Task prompt →
From the line containing "of a margin" down to the line containing "def let_go(scene: Scene, state: VesselState, vent: str)" in the records below, reproduce every line exactly, ends included, and omit all others.

Dataset extract →
"""A vent that springs open, held shut by hand: what holding it may reach, and what happens when the hand is gone.

Nobody there means that it opens. Should it stick, or be plugged by snow, only a relief device on the charge's own
space is left: that end is judged against 110 % of the vessel's rating (ASME BPVC VIII-1 UG-125), never against the
ceiling that is run below.
"""

from __future__ import annotations

from collections.abc import Iterator
from dataclasses import replace

from runbook.answers import Corner, Judgement, Margin
from runbook.apparatus.ceiling import pressure_limits
from runbook.apparatus.instruments import permissible_error
from runbook.apparatus.relief import highest_opening
from runbook.apparatus.spaces import springs_open
from runbook.assess.corners import Worst, highest_pressure
from runbook.assess.course import Held
from runbook.assess.judging import judge
from runbook.assess.limits import Extremes
from runbook.assess.scene import Scene
from runbook.assess.walk import VesselState, is_closed
from runbook.charge.rising import Warming, highest_rise
from runbook.errors import OutsideValidity

ACCUMULATION = 1.1
"""Share of its opening pressure that a relief device may be passed by while it flows, and that MAWP may be passed
by then: ASME BPVC VIII-1 UG-125 [1]."""


RELIEVED = "relieved pressure"
"""Kind of a margin that a relief device is counted on for: it is not the ceiling that it stands against."""


def held_vent(scene: Scene, state: VesselState) -> str | None:
    """Tag of a valve whose letting go opens this closed vessel; None where no hand keeps it shut.

    What nobody has stated counts as held: it is shut, or would be open already.
    """
    if not state.loaded or not state.closed:
        return None
    sprung = sorted(tag for tag in springs_open(scene.apparatus) if state.valves.get(tag) != "open")
    return sprung[0] if sprung else None


def let_go(scene: Scene, state: VesselState, vent: str) -> VesselState:
    """The vessel after the hand has gone."""
    valves = dict(state.valves) | {vent: "open"}
    closed = is_closed(scene, valves)
    return replace(
        state, valves=valves, closed=closed, letting_down=not closed, cold=min(state.cold, scene.coldest_in_the_open)
    )


def held_reach(scene: Scene, held: Held, state: VesselState, hottest: float | None) -> Extremes:
    """What a sequence reaches in which a hand lets go at a level; hottest: the body may be [K], None: not known.

    The level, the gauge's error, and what the charge climbs by until the hand is gone, whatever there is of it.
    """
    gauge = scene.instrument(held.gauge)
    level = held.level.absolute(scene.barometer.high_Pa)
    level += permissible_error(gauge, level) + gauge.division.value / 2.0
    return Extremes(
        _risen(scene, state.high_kg, level, hottest, held.seconds),
        scene.barometer.low_Pa,
        state.hot if hottest is None else max(state.hot, hottest),
        scene.coldest_in_the_open,
        released=state.high_kg,
    )


def _risen(scene: Scene, high_kg: float, level: float, hottest: float | None, seconds: float) -> Worst:
    volume = scene.volume[0]
    if hottest is None:
        return _not_known(scene, high_kg)
    at = Corner(high_kg, volume, hottest)
    warming = Warming(hottest, scene.apparatus.body.from_fluid.high, seconds)
    key = (high_kg, level, hottest, seconds)
    if key not in scene.risen:
        try:
            scene.risen[key] = highest_rise(scene.substance, volume, high_kg, level, warming)
        except OutsideValidity as error:
            scene.risen[key] = str(error)
    found = scene.risen[key]
    if isinstance(found, str):
        return Worst(None, 0.0, at, found)
    off = scene.substance.data.saturation_uncertainty * found if scene.assume.equation_uncertainty else 0.0
    return Worst(found + off, off, at)


def _not_known(scene: Scene, high_kg: float) -> Worst:
    why = "nobody knows how hot the connected source makes it"
    return Worst(None, 0.0, Corner(high_kg, scene.volume[0], scene.room_hottest), why)


def stuck_pressure(scene: Scene, state: VesselState, hottest: float | None) -> Worst:
    """Where the vessel ends when a vent that should open does not [Pa]: by the charge, or by its relief device."""
    mass = state.high_kg
    by_charge = _not_known(scene, mass) if hottest is None else highest_pressure(scene, mass, hottest)
    opens = [highest_opening(d) for d in scene.apparatus.relief if d.space == scene.charge_space]
    if not opens:
        return by_charge
    relieved = ACCUMULATION * min(one.pascal for one in opens) + scene.barometer.high_Pa
    if by_charge.value is not None and by_charge.value < relieved:
        return by_charge
    return Worst(relieved, 0.0, by_charge.at)


def stuck_margins(scene: Scene, state: VesselState, vent: str, hottest: float | None) -> Iterator[Margin]:
    """Margins of that end: 110 % of the vessel's rating, and every part's own rating."""
    worst, cause = stuck_pressure(scene, state, hottest), f"{vent} stuck shut"
    for limit in pressure_limits(scene.apparatus, [scene.charge_space]):
        if limit.kind in ("relief", "gauge full scale"):
            continue
        if limit.level is None:
            why = f"the rating of {limit.tag} is not known"
            yield Margin(
                limit.tag, RELIEVED, cause, worst.value, None, None, "Pa", Judgement.BLOCKED, worst.at, why=why
            )
            continue
        share = ACCUMULATION if limit.kind == "mawp" else 1.0
        allowed = share * limit.level.gauge(scene.barometer.low_Pa) + scene.barometer.low_Pa
        margin = None if worst.value is None else allowed - worst.value
        yield Margin(
            limit.tag, RELIEVED, cause, worst.value, allowed, margin, "Pa", judge(margin, worst.uncertainty),
            worst.at, why=worst.why,
        )  # fmt: skip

Answer →
"""Kind of a margin that a relief device is counted on for: it is not the ceiling that it stands against."""


def held_vent(scene: Scene, state: VesselState) -> str | None:
    """Tag of a valve whose letting go opens this closed vessel; None where no hand keeps it shut.

    What nobody has stated counts as held: it is shut, or would be open already.
    """
    if not state.loaded or not state.closed:
        return None
    sprung = sorted(tag for tag in springs_open(scene.apparatus) if state.valves.get(tag) != "open")
    return sprung[0] if sprung else None


def let_go(scene: Scene, state: VesselState, vent: str) -> VesselState:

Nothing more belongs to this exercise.